Son dönemde artan baskı, gözaltı ve tutuklama furyası bu kapsamda gündeme geliyor. İlerici-devrimci güçlere, sendikacılara, gazetecilere, avukatlara, belediye başkanlarına vb. yönelik gözaltı kararları ve tutuklamalar peşi sıra yaşanıyor. Belli ki AKP-MHP iktidarı içinde bulunduğu çözümsüz sorunlar yumağı karşısında bir kez daha saldırılarını yoğunlaştırıyor ve ayakta kalmanın koşullarını yaratmaya çalışıyor. Bunun için mevcut sermaye düzeninin yasalarını hiçe sayan adımlar atıyor. Anayasayı, yasaları pervasızca ayaklar altına alıyor.

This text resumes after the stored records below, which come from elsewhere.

/// §8: under `--format json` an input error is a JSON object; bytes that are not UTF-8 are an
/// input problem at a known line and column (here line 2, column 10, the first bad byte).
#[test]
fn invalid_utf8_under_json_is_a_json_input_error() {
    let file = plan_file(b"railcheck: 1\nname: caf\xe9 \xff\xfe\nparts: {}\nnets: {}\n");
    let output = run_check(&file, true);
    assert_eq!(output.status.code(), Some(2), "{output:?}");
    let document: serde_json::Value = serde_json::from_slice(&output.stdout)
        .unwrap_or_else(|e| panic!("stdout is not JSON ({e}): {output:?}"));
    assert_eq!(document["error"]["line"], 2, "{document:#}");
    assert_eq!(document["error"]["column"], 10, "{document:#}");
}

/// §8: input invalid → exit code 2, in both output formats.
#[test]
fn hostile_files_through_the_command_exit_2_without_panic() {
    let cases: Vec<(&str, Vec<u8>)> = vec![
        ("brackets", "[".repeat(100_000).into_bytes()),
        ("empty", Vec::new()),
        ("list", b"- pack\n- fuse\n".to_vec()),
        (
            "parts list",
            b"railcheck: 1\nparts: [pack]\nnets: {}\n".to_vec(),
        ),
    ];
    for (what, bytes) in cases {
        let file = plan_file(&bytes);
        for json in [false, true] {
            let output = run_check(&file, json);
            let stderr = String::from_utf8_lossy(&output.stderr);
            assert_eq!(output.status.code(), Some(2), "{what}: {output:?}");
            assert!(!stderr.contains("panicked"), "{what}: {stderr}");
        }
    }
}

/// Input problems: hostile YAML is bad input, never a crash.
///
/// Nested mappings read by the library on a thread with the standard 2 MiB stack (as every
/// `cargo test` thread and most spawned threads have): 60 levels is within the reader's depth
/// budget and must be read, deeper must be refused. A stack overflow aborts the whole process,
/// so each case runs in a child copy of this test binary.
#[test]
fn deep_mapping_nesting_does_not_overflow_a_thread_stack() {
    let mut problems = Vec::new();
    for case in NESTING_CASES {
        let output = std::process::Command::new(std::env::current_exe().expect("test binary"))
            .args(["deep_nesting_child", "--exact", "--test-threads", "1"])
            .env(NESTING_CASE_VARIABLE, case)
            .env("RUST_MIN_STACK", (2usize << 20).to_string())
            .output()
            .expect("the child test runs");
        if !output.status.success() {
            let stderr = String::from_utf8_lossy(&output.stderr);
            let reason = stderr
                .lines()
                .find(|l| l.contains("overflow") || l.contains("panicked"))
                .unwrap_or("failed");
            problems.push(format!("{case}: {} ({reason})", output.status));
        }
    }
    assert!(problems.is_empty(), "{problems:#?}");
}

const NESTING_CASE_VARIABLE: &str = "RAILCHECK_NESTING_CASE";
const NESTING_CASES: [&str; 3] = [
    "flow mappings 60 deep",
    "flow mappings 100000 deep",
    "block mappings 200 deep",
];

/// Runs one nesting case when started by the test above; does nothing otherwise.
#[test]
fn deep_nesting_child() {
    let Some(case) = std::env::var_os(NESTING_CASE_VARIABLE) else {
        return;
    };
    match case.to_str() {
        Some("flow mappings 60 deep") => {
            // Valid YAML within the reader's depth budget; the plan is wrong (a part `a` with
            // no class), or the nesting may be refused as too deep, but without a crash.
            let plan = format!(
                "railcheck: 1\nparts: {}1{}\nnets: {{}}\n",
                "{ a: ".repeat(60),
                " }".repeat(60)
            );
            assert_refused(&plan);
        }
        Some("flow mappings 100000 deep") => {
            assert_refused(&format!(
                "railcheck: 1\nparts: {}\n",
                "{ a: ".repeat(100_000)
            ));
        }
        Some("block mappings 200 deep") => {
            let mut plan = String::from("railcheck: 1\nparts:\n");
            for depth in 0..200 {
                plan.push_str(&" ".repeat(2 * depth + 2));
                plan.push_str("a:\n");
            }
            assert_refused(&plan);
        }
        other => panic!("unknown nesting case {other:?}"),
    }
}

// ----- property: any damage to a valid plan is handled ------------------------------------

/// A small valid plan with multibyte characters, so that damage can land inside them.
const VALID: &str = "\
railcheck: 1
name: Serre µ-pompe
ambient: 35 °C
parts:
  pack: { use: battery/lipo-3s, with: { cutoff: true } }
  fuse: { use: fuse/blade-10a }
  buck: { use: regulator/buck-5v-3a }
  mcu: { use: board/mcu-8bit-5v }
  lamp:
    class: load
    pins:
      vin: { role: supply-in, range: 10 V..13 V, max: 16 V, draw: { idle: 50 µA, typical: 0.4 A } }
      gnd: { role: ground }
  r1: { class: resistor, value: 10 kΩ, power: 0.25 W }
nets:
  BATT+: [pack.pos, fuse.a]
  VF: { pins: [fuse.b, buck.vin, mcu.vin, lamp.vin], wire: 18 AWG, length: 0.5 m }
  GND: [pack.neg, buck.gnd, mcu.gnd, lamp.gnd]
modes:
  dark: { lamp: idle }
profile: { dark: 40 %, typical: 60 % }
";

fn floor_boundary(text: &str, mut index: usize) -> usize {
    index = index.min(text.len());
    while !text.is_char_boundary(index) {
        index -= 1;
    }
    index
}

/// The property below starts from a plan that is read without input errors.
#[test]
fn the_property_base_plan_is_valid() {
    let checked = railcheck::check(PLAN, VALID, &LIBRARY);
    assert!(checked.is_ok(), "{:#?}", checked.err().map(|f| f.errors));
}

proptest! {
    #![proptest_config(ProptestConfig::with_cases(300))]

    /// Input problems are reported, never a panic; spans feed §8's `line` and `column`.
    ///
    /// Replacing any range of a valid plan with any text never panics (reading, checking, and
    /// both renderings of the errors), and every error span lies inside its text on
    /// character boundaries.
    #[test]
    fn damaged_plans_never_panic_and_spans_stay_in_the_text(
        start in 0..VALID.len(),
        length in 0usize..24,
        replacement in "[ -~\n\tµ°±²Ωé😀]{0,16}",
    ) {
        let from = floor_boundary(VALID, start);
        let to = floor_boundary(VALID, from + length);
        let text = format!("{}{}{}", &VALID[..from], replacement, &VALID[to..]);
        if let Err(failure) = railcheck::check(PLAN, &text, &LIBRARY) {
            prop_assert!(!failure.errors.is_empty());
            for error in &failure.errors {
                let source = failure.sources.text(error.span.source);
                prop_assert!(
                    error.span.start <= error.span.end && error.span.end <= source.len(),
                    "span {:?} outside a text of {} bytes", error.span, source.len()
                );
                prop_assert!(
                    source.is_char_boundary(error.span.start)
                        && source.is_char_boundary(error.span.end),
                    "span {:?} splits a character", error.span
                );
                let (line, column) = failure.sources.line_column(error.span);
                prop_assert!(line >= 1 && column >= 1);
            }
            let _ = report::input_errors_json(&failure.sources, failure.plan_source, &failure.errors);
            let _ = report::render_input_errors(&failure.sources, &failure.errors, HumanStyle::default());
        }
    }
}

// ----- values no part can have --------------------------------------------------------------

/// §3 motor: the winding resistance is rated_voltage / stall_current (brushed DC
/// motor equation), so a zero stall current is no motor; a stall below the running
/// current is a slip of the pen.
#[test]
fn motor_values_must_describe_a_motor() {
    let plan = "railcheck: 1\nparts:\n  m: { class: motor, rated_voltage: 12 V, rated_current: 1 A, stall_current: 0 A }\nnets: {}\n";
    let error = single_error(plan);
    assert_at(&error, 3, 78, "0 A");
    assert_hint(&error, &["stall current"]);
    let plan = "railcheck: 1\nparts:\n  m: { class: motor, rated_voltage: 12 V, rated_current: 2 A, stall_current: 1 A }\nnets: {}\n";
    let error = single_error(plan);
    assert_at(&error, 3, 78, "1 A");
}

/// §3 driver: each channel names two different bridge outputs, once.
#[test]
fn driver_channels_name_two_outputs_once() {
    let plan = "railcheck: 1\nparts:\n  d:\n    class: driver\n    channels: { 1: [o1, o1] }\n    pins: { vm: { role: supply-in }, gnd: { role: ground }, o1: { role: bridge-out }, o2: { role: bridge-out } }\nnets: {}\n";
    let error = single_error(plan);
    assert_at(&error, 5, 20, "[o1, o1]");
    assert_hint(&error, &["two different"]);
}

Devrimci Tekstil İşçileri Sendikası Genel Başkan Yardımcısı Fatma Alökmen, Ege İşçi Birliği Temsilcileri Yücel Memiş ve Serdar Gür ancak mizah dergilerine konu olabilecek bir hukuki süreç üzerinden hala tutuklular. Gazeteciler gazetecilik yaptıkları için uydurma gerekçelerle tutuklanıyor. Avukatlar mesleklerini yerine getirdikleri için, İstanbul Barosu yöneticisi iktidar hedef gösterdiği için, belediye başkanları “öyle gerektiği için” tutuklanıyor. Mücadele yürüten devrimci-sosyalist güçler için tutuklanmaya gerekçe bile sunmak gerekmiyor. Son olarak Ezilenlerin Sosyalist Partisi üye ve yöneticilerine yapıldığı gibi, “terör” yaftası ve klişe bir-iki cümle insanları dört duvar arasına kapatabilmek için yeterli görülüyor. Bu baskı furyasının son örneklerini ise “sektörde tekelleşme” tartışmasıyla başlayan ve Gezi Direnişi’ne bağlanan süreç ve Halk TV’de çalışan gazetecilerin gözaltına alınması oluşturuyor.

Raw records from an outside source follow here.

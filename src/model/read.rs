//! Reads the YAML tree into the typed plan, collecting every input problem.
//!
//! serde stops at its first error, so the tree is read loosely first (`syntax`)
//! and validated here in one pass: unknown keys, unknown parts and pins, values
//! without units, bad ranges. Every error carries the span of the offending
//! text and, where there is an obvious fix, a hint.

use super::format;
use super::*;
use crate::syntax::{Node, NodeKind, SourceId, Sources, Span};
use crate::units::{self, UnitError};
use std::collections::{BTreeMap, HashMap, HashSet};
use std::rc::Rc;
use uom::si::electric_current::ampere;
use uom::si::electric_potential::volt;
use uom::si::electrical_resistance::ohm;
use uom::si::ratio::ratio;
use uom::si::thermodynamic_temperature::degree_celsius;

fn is_battery(class: &Class) -> bool {
    matches!(class, Class::Battery(_))
}

fn is_switch(class: &Class) -> bool {
    matches!(class, Class::Switch(_))
}

/// A temperature a plan can mean: above absolute zero and below 1000 °C.
fn plausible_temperature(text: &str) -> Result<ThermodynamicTemperature, UnitError> {
    let t = units::temperature(text)?;
    let celsius = t.get::<degree_celsius>();
    if celsius > -273.15 && celsius < 1000.0 {
        Ok(t)
    } else {
        Err(UnitError {
            message: format!("`{}` is outside any temperature a robot meets", text.trim()),
            hint: "write a temperature in °C, e.g. `35 degC`".into(),
            span: 0..text.len(),
        })
    }
}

Birbirini tamamlayan ve toplumu boğucu bir atmosfer içine hapsetmeye çalışan bu saldırılara bakıldığında, görülen tablo açıktır. Siyasal iktidar tüm toplumu zincire vurma çabası içindedir. Ellerinde iktidar sopasını tutanlar, yargıyı, medyayı kendi ihtiyaçları için kullanıyor, işlerine nasıl geliyorsa öyle davranıyor ve herkesi bu saldırıların hedefi haline getiriyorlar. Öte yandan vurguncular, soyguncular, kara para aklayanlar, otelde, madende, depremde insan katledenler ellerini kollarını sallayarak dolaşıyorlar. Bu keyfiyete dayalı hukuk düzeniyle hedeflenen, ezip sindirmek yoluyla toplumun geleceğini teslim almaktır.
Söz söylemek, eleştirmek, protesto etmek, saldırılara karşı mücadele etmek haklı ve meşrudur. AKP iktidarı bu meşruluğu ortadan kaldırmaya, gerici düzenini korku ve gözdağı ile hareketsiz hale getirdiği bir toplum üzerine inşa etmeye çalışıyor. Açlığı, yoksulluğu, kölece çalışmayı kanıksamış, itaat eden, boyun eğmiş kitleler yaratmak istiyor.
Toplumu teslim almak için takılmaya çalışılan zincirleri ancak işçi sınıfı kırabilir, gerici atmosferi sınıf mücadelesi dağıtabilir. İşçi sınıfı ve emekçiler krizin faturasını ödemeyi reddetmeli, demokratik hak ve özgürlüklere sahip çıkmalı, keyfi gözaltı ve tutuklamalar karşısında tutum almalıdır.